Pas entre la France et l’Allemagne, c’est sûr. N’empêche, cette proximité entre sport et guerre symbolique est indéniable, et elle a aussi été très finement théorisée par les sciences sociales, notamment par le grand sociologue Norbert Elias, qui inscrit l’émergence du sport moderne dans un très long processus de civilisation des mœurs qui a pour but de réduire progressivement l’usage de la violence, y compris entre Etats-nations, et qui relègue des comportements archaïques vers les combats sportifs. Faute de pouvoir les éradiquer entièrement, on les aurait donc civilisés dans une activité hautement symbolique, mais en même temps pacifique, soumis à l’impératif des règles communes et du fair-play.
La théorie d’Elias reste, à mon avis, très convaincant. Aujourd’hui encore, le sport oscille entre lutte acharnée et jeu anodin, entre simulation de paix et célébration de guerre.

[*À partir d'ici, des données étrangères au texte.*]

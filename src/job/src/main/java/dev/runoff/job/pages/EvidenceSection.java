package dev.runoff.job.pages;

import dev.runoff.decision.Evidence;
import java.util.ArrayList;
import java.util.Arrays;
import java.util.List;

/**
 * The evidence section of the experiment page: at the latest decision, the evidence against each losing arm,
 * {@code -ln P(best)} (a lower bound where {@link Evidence} marks a zero), its growth per 1,000 trials and
 * the balance verdict in the words of the audit report, and a chart of the evidence against the trials.
 *
 * <p>The numbers are the records' own P(best) values: unlike the audit, the page does not recompute Monte
 * Carlo values by numerical integration (that would cost a quadrature per arm on every request), so a P(best)
 * of zero shows as a lower bound. The slopes run over the page's chart points, which past
 * {@value ExperimentHistory#MAX_POINTS} decisions are thinned evenly (every other one dropped): with steady
 * traffic per decision the window (the decisions in the last half of the trials) still holds about half of the
 * 120 to 240 points kept, far above the {@value Evidence#MIN_POINTS} a slope needs, and a least-squares slope
 * over an evenly thinned series estimates the same growth (EvidenceSectionTest checks both).
 */
final class EvidenceSection {

    private EvidenceSection() {
    }

    /** Appends the section for the chart points {@code points}, oldest first, the last one the latest record. */
    static void render(StringBuilder b, List<DecisionPoint> points) {
        List<Evidence.Row> rows = Evidence.of(points.stream().map(DecisionPoint::evidence).toList());
        Evidence.Row last = rows.get(rows.size() - 1);
        b.append("<h2>Evidence against the losing arms</h2>\n");
        if (last.points().isEmpty()) {
            b.append("<p>No losing arm at this decision.</p>\n");
            return;
        }
        chart(b, points, rows);
        table(b, points.get(points.size() - 1).sequence(), last);
        b.append("<p>").append(Html.escape(Evidence.balanceLine(Evidence.balance(last), last))).append(".</p>\n")
                .append("<p class=\"note\">Evidence is -ln P(best): it grows about linearly in the trials while an "
                        + "arm is being ruled out, and top-two sampling drives the losing arms to one common rate "
                        + "(Russo 2020). Values as the decision records state them, without recomputation: a P(best) "
                        + "of zero is shown as a lower bound (&ge;), never as infinite evidence; "
                        + "<code>audit report</code> recomputes Monte Carlo values exactly for up to ")
                .append(Evidence.MAX_EXACT_ARMS).append(" arms, so its figures can differ. Growth: least-squares "
                        + "slope over the charted decisions in the last ").append(Evidence.windowShare())
                .append(" of the trials (bounds left out).</p>\n");
    }

    private static void table(StringBuilder b, long sequence, Evidence.Row last) {
        b.append("<table>\n<caption>Evidence at decision #").append(sequence).append(" (")
                .append(Html.whole(last.totalTrials())).append(" trials; leader ").append(Html.escape(last.leader()))
                .append(")</caption>\n<thead><tr><th scope=\"col\">Arm</th><th scope=\"col\">Evidence, -ln P(best)"
                        + "</th><th scope=\"col\">From</th><th scope=\"col\">Growth per 1,000 trials</th></tr>"
                        + "</thead>\n<tbody>\n");
        last.points().forEach((arm, p) -> b.append("<tr><th scope=\"row\">").append(Html.escape(arm))
                .append("</th><td class=\"n\">").append(p.isBound() ? "&ge; " : "")
                .append(Evidence.number(p.evidence())).append("</td><td>").append(p.source().description())
                .append("</td><td class=\"n\">")
                .append(Double.isNaN(p.ratePerThousand()) ? "n/a" : Evidence.number(p.ratePerThousand()))
                .append("</td></tr>\n"));
        b.append("</tbody></table>\n");
    }

    /**
     * Evidence against the trials (thousands), one line per arm of the latest record in its order, so that each
     * arm keeps the colour and marker it has in the page's other charts; the current leader's line holds only
     * the decisions at which it was losing, and the title names it (a legend entry has room for an arm's name
     * only).
     */
    private static void chart(StringBuilder b, List<DecisionPoint> points, List<Evidence.Row> rows) {
        double[] xs = rows.stream().mapToDouble(r -> r.totalTrials() / 1000.0).toArray();
        String leader = rows.get(rows.size() - 1).leader();
        List<LineChart.Series> series = new ArrayList<>();
        double top = 0;
        for (String arm : points.get(points.size() - 1).arms()) {
            double[] ys = rows.stream().mapToDouble(r -> value(r.points().get(arm))).toArray();
            top = Math.max(top, Arrays.stream(ys).filter(y -> !Double.isNaN(y)).max().orElse(0));
            series.add(new LineChart.Series(arm, ys));
        }
        b.append(LineChart.svg("evidence", "Evidence against each losing arm, -ln P(best); leader now: " + leader,
                "trials so far (thousands); bounds not drawn", xs, top > 0 ? top * 1.1 : 1, series)).append('\n');
    }

    private static double value(Evidence.Point p) {
        return p == null || p.isBound() ? Double.NaN : p.evidence();
    }
}
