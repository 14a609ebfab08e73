package dev.runoff.job.pages;

import dev.runoff.records.avro.DecisionRecord;
import java.util.ArrayList;
import java.util.List;

/**
 * The decision records of one experiment as the pages show them: the latest record whole, and a bounded
 * series of chart points over the whole run. When the series reaches {@link #MAX_POINTS} every other point
 * is dropped (the first and the newest stay), so a long run keeps its whole span at a coarser step.
 * Records that arrive out of order or twice (a lower or equal sequence, as after a replayed transaction or a
 * re-created experiment) replace nothing older than the latest, except that a sequence of 1 starts the
 * series again.
 */
final class ExperimentHistory {

    /** Most chart points kept per experiment. */
    static final int MAX_POINTS = 240;

    private DecisionRecord latest;
    private List<DecisionPoint> points = new ArrayList<>();

    /** Adds {@code record}; returns false when it was older than the latest and ignored. */
    synchronized boolean add(DecisionRecord record) {
        if (latest != null && record.getSequence() <= latest.getSequence() && record.getSequence() != 1) {
            return false;
        }
        if (record.getSequence() == 1) {
            points = new ArrayList<>();
        }
        latest = record;
        if (points.size() >= MAX_POINTS) {
            thin();
        }
        points.add(DecisionPoint.of(record));
        return true;
    }

    private void thin() {
        List<DecisionPoint> kept = new ArrayList<>(MAX_POINTS / 2 + 1);
        for (int i = 0; i < points.size(); i += 2) {
            kept.add(points.get(i));
        }
        points = kept;
    }

    /** The latest record. */
    synchronized DecisionRecord latest() {
        return latest;
    }

    /** The chart points, oldest first. */
    synchronized List<DecisionPoint> points() {
        return List.copyOf(points);
    }
}
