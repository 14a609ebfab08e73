package dev.runoff.job.pages;

import java.net.URLDecoder;
import java.nio.charset.StandardCharsets;
import java.util.LinkedHashMap;
import java.util.Map;

/**
 * The HTML pages of the job's HTTP endpoint, built from the decision records of a {@link DecisionHistory}:
 * {@code /} lists every experiment, {@code /experiments/{id}} shows one. The endpoint decides which requests
 * get a page; this class answers them.
 */
public final class Pages {

    /**
     * An answer.
     *
     * @param status the HTTP status
     * @param html   the whole page
     */
    public record Page(int status, String html) {
    }

    private final DecisionHistory history;
    private final String topic;

    /** Pages over {@code history}, read from the decisions topic {@code topic} (named on the pages). */
    public Pages(DecisionHistory history, String topic) {
        this.history = history;
        this.topic = topic;
    }

    /** The list of experiments; {@code rawQuery} (may be null) holds the filter, sort and refresh. */
    public Page overview(String rawQuery) {
        Map<String, String> query;
        try {
            query = parse(rawQuery);
            return new Page(200, OverviewPage.render(history, topic, OverviewPage.Options.of(query)));
        } catch (IllegalArgumentException e) {
            return error(400, "Bad request", e.getMessage());
        }
    }

    /** The page of experiment {@code id}; {@code rawQuery} may hold a refresh interval. */
    public Page experiment(String id, String rawQuery) {
        int refresh;
        try {
            refresh = OverviewPage.Options.refresh(parse(rawQuery));
        } catch (IllegalArgumentException e) {
            return error(400, "Bad request", e.getMessage());
        }
        return history.experiment(id).filter(h -> h.latest() != null)
                .map(h -> new Page(200, ExperimentPage.render(h, refresh)))
                .orElseGet(() -> error(404, "Not found", "No decision record of experiment '" + id
                        + "' has been read from topic " + topic + (history.isCaughtUp() ? "."
                        : " yet (this instance is still reading it).")));
    }

    private static Page error(int status, String title, String message) {
        return new Page(status, Html.page(title, "<h1>" + Html.escape(title) + "</h1>\n<p>" + Html.escape(message)
                + "</p>\n<p><a href=\"/\">All experiments</a></p>\n"));
    }

    /** The parameters of {@code rawQuery}; a key given twice or a malformed escape is refused. */
    static Map<String, String> parse(String rawQuery) {
        Map<String, String> out = new LinkedHashMap<>();
        if (rawQuery == null || rawQuery.isEmpty()) {
            return out;
        }
        for (String pair : rawQuery.split("&")) {
            if (pair.isEmpty()) {
                continue;
            }
            int eq = pair.indexOf('=');
            String key = decode(eq < 0 ? pair : pair.substring(0, eq));
            String value = eq < 0 ? "" : decode(pair.substring(eq + 1));
            if (out.put(key, value) != null) {
                throw new IllegalArgumentException("query parameter '" + key + "' is given twice");
            }
        }
        return out;
    }

    private static String decode(String s) {
        try {
            return URLDecoder.decode(s, StandardCharsets.UTF_8);
        } catch (IllegalArgumentException e) {
            throw new IllegalArgumentException("malformed query: a % must be followed by two hex digits of UTF-8");
        }
    }
}
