package dev.runoff.job.pages;

import dev.runoff.decision.EstimatedArms;
import dev.runoff.decision.Evidence;
import dev.runoff.records.avro.ArmState;
import dev.runoff.records.avro.DecisionRecord;
import java.util.List;

/**
 * What the charts of an experiment page need from one decision record: when, the arms with their published
 * weight and P(best), the trials counted, the stopping statistic with its threshold, and what the evidence
 * view needs (per-arm trials, P(best) with its standard error, the Monte Carlo draws).
 *
 * @param sequence   the record's sequence number in its experiment's chain
 * @param streamTime the record's stream time (ms since the epoch)
 * @param arms       the arms, in the record's order
 * @param weights    each arm's published weight
 * @param alphas     each arm's P(best)
 * @param trials     trials counted over all arms
 * @param statistic  the stopping statistic, or {@code null} when the rule reported none
 * @param threshold  its threshold, or {@code null}
 * @param evidence   the record's numbers as the evidence view reads them, without any recomputation
 */
record DecisionPoint(long sequence, long streamTime, List<String> arms, double[] weights, double[] alphas,
                     long trials, Double statistic, Double threshold, Evidence.Snapshot evidence) {

    /** The point of {@code record}. */
    static DecisionPoint of(DecisionRecord record) {
        List<ArmState> states = record.getArms();
        double[] weights = new double[states.size()];
        double[] alphas = new double[states.size()];
        long trials = 0;
        for (int i = 0; i < states.size(); i++) {
            weights[i] = states.get(i).getWeight();
            alphas[i] = states.get(i).getAlpha();
            trials += states.get(i).getTrials();
        }
        List<String> arms = states.stream().map(ArmState::getArm).toList();
        return new DecisionPoint(record.getSequence(), record.getStreamTime(), arms, weights, alphas, trials,
                record.getStatistic(), record.getThreshold(), new Evidence.Snapshot(arms,
                        states.stream().mapToLong(ArmState::getTrials).toArray(), alphas,
                        states.stream().mapToDouble(ArmState::getAlphaStandardError).toArray(), record.getDraws(),
                        null, EstimatedArms.suspended(states)));
    }

    /** Weight of {@code arm} at this point, or NaN when the arm was not in the experiment then. */
    double weight(String arm) {
        int i = arms.indexOf(arm);
        return i < 0 ? Double.NaN : weights[i];
    }

    /** P(best) of {@code arm} at this point, or NaN when the arm was not in the experiment then. */
    double alpha(String arm) {
        int i = arms.indexOf(arm);
        return i < 0 ? Double.NaN : alphas[i];
    }
}
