"""Case files: TOML text validated into immutable objects.

The schema is a set of pydantic models (one per TOML table) with unknown
keys forbidden, NaN/inf refused and every default in one place.  Errors come
out as :class:`~shellmodes.errors.CaseError` naming the file, the dotted key,
the offending value and what is allowed (nearest valid key for typos).
``case_schema()`` returns the JSON Schema editors use for completion.
"""

from __future__ import annotations

import difflib
import math
import sys
from pathlib import Path
from typing import Annotated, Any, Literal

from pydantic import BaseModel, Field, NonNegativeInt, ValidationError, field_validator, model_validator

from shellmodes.case.aliases import key_as_written, upgrade, warn_renamed
from shellmodes.case.expression import ExpressionError, compile_expression
from shellmodes.case.fields import Fields
from shellmodes.case.tables import Table
from shellmodes.case.units import ENERGY_UNITS, INERTIA_UNITS, LENGTH_UNITS, MASS_UNITS, without_noise
from shellmodes.errors import CaseError
from shellmodes.limits import (
    DEFAULT_MODE_COUNT,
    MAX_MODE_COUNT,
    MAX_RADIAL_DEGREE,
    MAX_SUBDIVISIONS,
    PORT_RANGE,
    SCHEDULER_ADDRESS,
    SLICE_FROM,
    SLICE_MODES,
)

if sys.version_info >= (3, 11):
    import tomllib
else:  # pragma: no cover
    import tomli as tomllib

__all__ = ["Case", "load_case", "case_from_dict", "case_schema", "CASE_TABLES"]

Positive = Annotated[float, Field(gt=0)]
#: the representable range of lengths, in units.length: twelve decades about 1 keep every derived quantity
#: (areas, volumes, eigenvalues ~ 1/L^2, quadrature weights) far from floating-point underflow and overflow and
#: geometric tolerances meaningful; choose units.length to bring a geometry into it
LENGTH_RANGE = (1e-6, 1e6)
Length = Annotated[float, Field(ge=LENGTH_RANGE[0], le=LENGTH_RANGE[1])]
#: dimensionless factors (effective masses): six decades either way
FACTOR_RANGE = (1e-6, 1e6)
Factor = Annotated[float, Field(ge=FACTOR_RANGE[0], le=FACTOR_RANGE[1])]
#: a mass or moment of inertia in its unit: no subnormal or astronomically large numbers
AMOUNT_RANGE = (1e-40, 1e40)
Amount = Annotated[float, Field(ge=AMOUNT_RANGE[0], le=AMOUNT_RANGE[1])]
#: largest ratio of the longest to the shortest semi-axis of an ellipsoid or spheroid
MAX_AXIS_RATIO = 1000.0
LengthUnit = Literal[tuple(LENGTH_UNITS)]
EnergyUnit = Literal[tuple(ENERGY_UNITS)]
MassUnit = Literal[tuple(MASS_UNITS)]
InertiaUnit = Literal[tuple(INERTIA_UNITS)]
Rim = Literal["dirichlet", "neumann"]


_Table = Table
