"""A user's first hour: one install, progress and silence, readable tables and CSV.

Each test names the item of the first-hour list it guards (install 1, progress 3-5, tables 9 and 13).
"""

from __future__ import annotations

import csv
import io
import logging
import sys
from pathlib import Path

import numpy as np
import pytest

from shellmodes.cli.progress import TerminalReporter
from shellmodes.io import progress
from shellmodes.spectrum.tables import clean_zeros, csv_cell, csv_key

ROOT = Path(__file__).resolve().parent.parent

if sys.version_info >= (3, 11):
    import tomllib
else:  # pragma: no cover
    import tomli as tomllib

SPHERE = """\
[surface]
shape = "sphere"
[resolution]
degree = 2
subdivisions = 1
[modes]
count = {count}
"""


def _case(tmp_path, text, name="case.toml") -> Path:
    path = tmp_path / name
    path.write_text(text)
    return path


# -- item 1: one install ------------------------------------------------------------------------

def test_pictures_renders_and_progress_are_ordinary_dependencies():
    project = tomllib.loads((ROOT / "pyproject.toml").read_text())["project"]
    required = {d.split(">")[0].split("[")[0].split(";")[0].strip() for d in project["dependencies"]}
    assert {"pyvista", "matplotlib", "tqdm"} <= required
    # heavy optional parts stay optional
    assert not {"dask", "pypardiso", "python-mumps", "scikit-sparse"} & required


def test_readme_opens_with_one_paragraph_and_two_commands():
    text = (ROOT / "README.md").read_text()
    commands = [line.strip() for line in text.splitlines() if line.startswith("    python3 -m pip install")]
    assert commands[0].endswith("python3 -m shellmodes run cases/unit-sphere.toml")
    assert any("[test]" in c and c.endswith("python3 -m pytest -q") for c in commands)


# -- items 3-5: progress and silence ----------------------------------------------------------

def test_quiet_and_verbose_are_accepted_after_the_command_too(tmp_path, run_cli):
    case = _case(tmp_path, SPHERE.format(count=4))
    after = run_cli("run", case, "--out", tmp_path / "a", "-q")
    before = run_cli("-q", "run", case, "--out", tmp_path / "b")
    assert after.status == before.status == 0
    assert after.stdout == before.stdout == "" and after.stderr == before.stderr == ""
    loud = run_cli("run", case, "--out", tmp_path / "c", "-v")
    assert loud.status == 0 and "building the mesh" in loud.stderr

À regarder les foules dans les stades de l’Euro, on a plutôt l’impression qu’il s’agit avant tout d’avoir un sympathique prétexte pour se célébrer soi-même et faire la fête.
C’est sans doute cela, l’effet civilisationnel de longue haleine théorisé par Norbert Elias !

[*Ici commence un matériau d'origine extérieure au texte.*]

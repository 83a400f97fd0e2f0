"""Layered curved prisms for shells: a high-order surface element times a high-order radial element.

A shell between star-shaped walls ``r = R_0(s) < R_1(s) < ... < R_n(s)``
(``s`` a unit direction) is mapped from (direction, radial coordinate).  The
directions come from an icosphere triangulation; on each flat triangle with
corners ``v0, v1, v2`` the exact map onto the unit sphere is the central
projection ``s(xi) = X(xi) / |X(xi)|``, ``X = v0 + xi1 (v1 - v0) + xi2 (v2 - v0)``,
so the directions cover the sphere exactly.  Inside medium i the radius is
``rho = R_i + tau (R_{i+1} - R_i)`` with ``tau`` in [0, 1] split into equal
layers; the wall radii are interpolated by Lagrange polynomials of the
geometry degree on the triangle (exact for spheres).

The trial space is the tensor product of the Lagrange triangle of degree k
(scikit-fem's P1-P4) and a Lagrange interval of degree q on Gauss-Lobatto
nodes, continuous across layers and media.  Degrees of freedom are numbered
``surface_dof * n_radial + radial_dof``, so for concentric spherical walls the
matrices are exactly Kronecker sums (derivation in :func:`kronecker_factors`)
and the eigenproblem separates (:mod:`shellmodes.eigen.separable`).

A ball (no inner wall, first wall ``None``) collapses the innermost layer to
the centre: its inner wall is the radius 0, the ``n_surface`` centre nodes of
radial dof 0 coincide, and :mod:`shellmodes.volume.ball` merges them into one
dof (a purely radial function; every other basis function vanishes at r = 0).
Quadrature uses Gauss points in the radial direction, never the centre itself.
Layers inside a medium are equal unless ``fractions`` grade them.
"""

from __future__ import annotations

from collections.abc import Callable, Sequence
from dataclasses import dataclass

import numpy as np
import scipy.sparse as sp
import skfem
from skfem.quadrature import get_quadrature
from skfem.refdom import RefTri

from shellmodes.errors import GeometryError
from shellmodes.fem.shellmesh import as_wall, check_wall_order
from shellmodes.fem.surface import lagrange_element, lattice_cells
from shellmodes.shapes.reference import icosphere

__all__ = ["PrismShell", "prism_shell", "assemble_prisms", "kronecker_factors", "lobatto_nodes", "export_prisms"]


def lobatto_nodes(q: int) -> np.ndarray:
    """Gauss-Lobatto nodes of degree ``q`` on [0, 1] (the ends and the roots of P_q')."""
    if q < 1:
        raise ValueError(f"radial degree must be at least 1, got {q}")
    inner = np.polynomial.legendre.Legendre.basis(q).deriv().roots() if q > 1 else np.zeros(0)
    return np.concatenate([[0.0], 0.5 * (np.sort(inner.real) + 1.0), [1.0]])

Mais il me semble que les grands événements peuvent aussi contribuer à consolider la paix et l’entente, ne serait-ce qu’en fournissant une opportunité, pendant quelques semaines intenses, de découvrir ou redécouvrir un pays, ses villes, sa culture, ses gens. Voyager, physiquement ou virtuellement en Allemagne cet été, c’est mettre à jour ses connaissances sur cette nation, sur ses faits et réalités, ses problèmes et ses réussites.
C’est dans cette perspective, d’ailleurs, que j’ai conçu, avec le soutien du vénérable Office franco-allemand de la Jeunesse qui a le même âge que moi, un petit « guide de voyage » à l’intention des Français curieux d’en savoir plus sur la manière dont le football imprègne la société allemande. Cela vient de sortir, et tenez-vous bien, c’est gratuit ! Nous avons imprimé 10 000 exemplaires qui sont actuellement distribués sur place en Allemagne aux supporters des Bleus, mais c’est aussi téléchargeable gratuitement et très sympa à lire sur sa tablette ou son téléphone. Et le retour qu’on a depuis quelques jours est très positif !
Eh bien, une fois n’est pas coutume, on termine la chronique sur une page de pub et je vous promets que nous afficherons le lien de téléchargement sur notre site !
Merci, Albrecht Sonntag, je rappelle que vous êtes Professeur à l’ESSCA Ecole de Management à Angers, et directeur adjoint d’UniPaix, le Centre d’Excellence Jean Monnet hébergé à Nantes Université.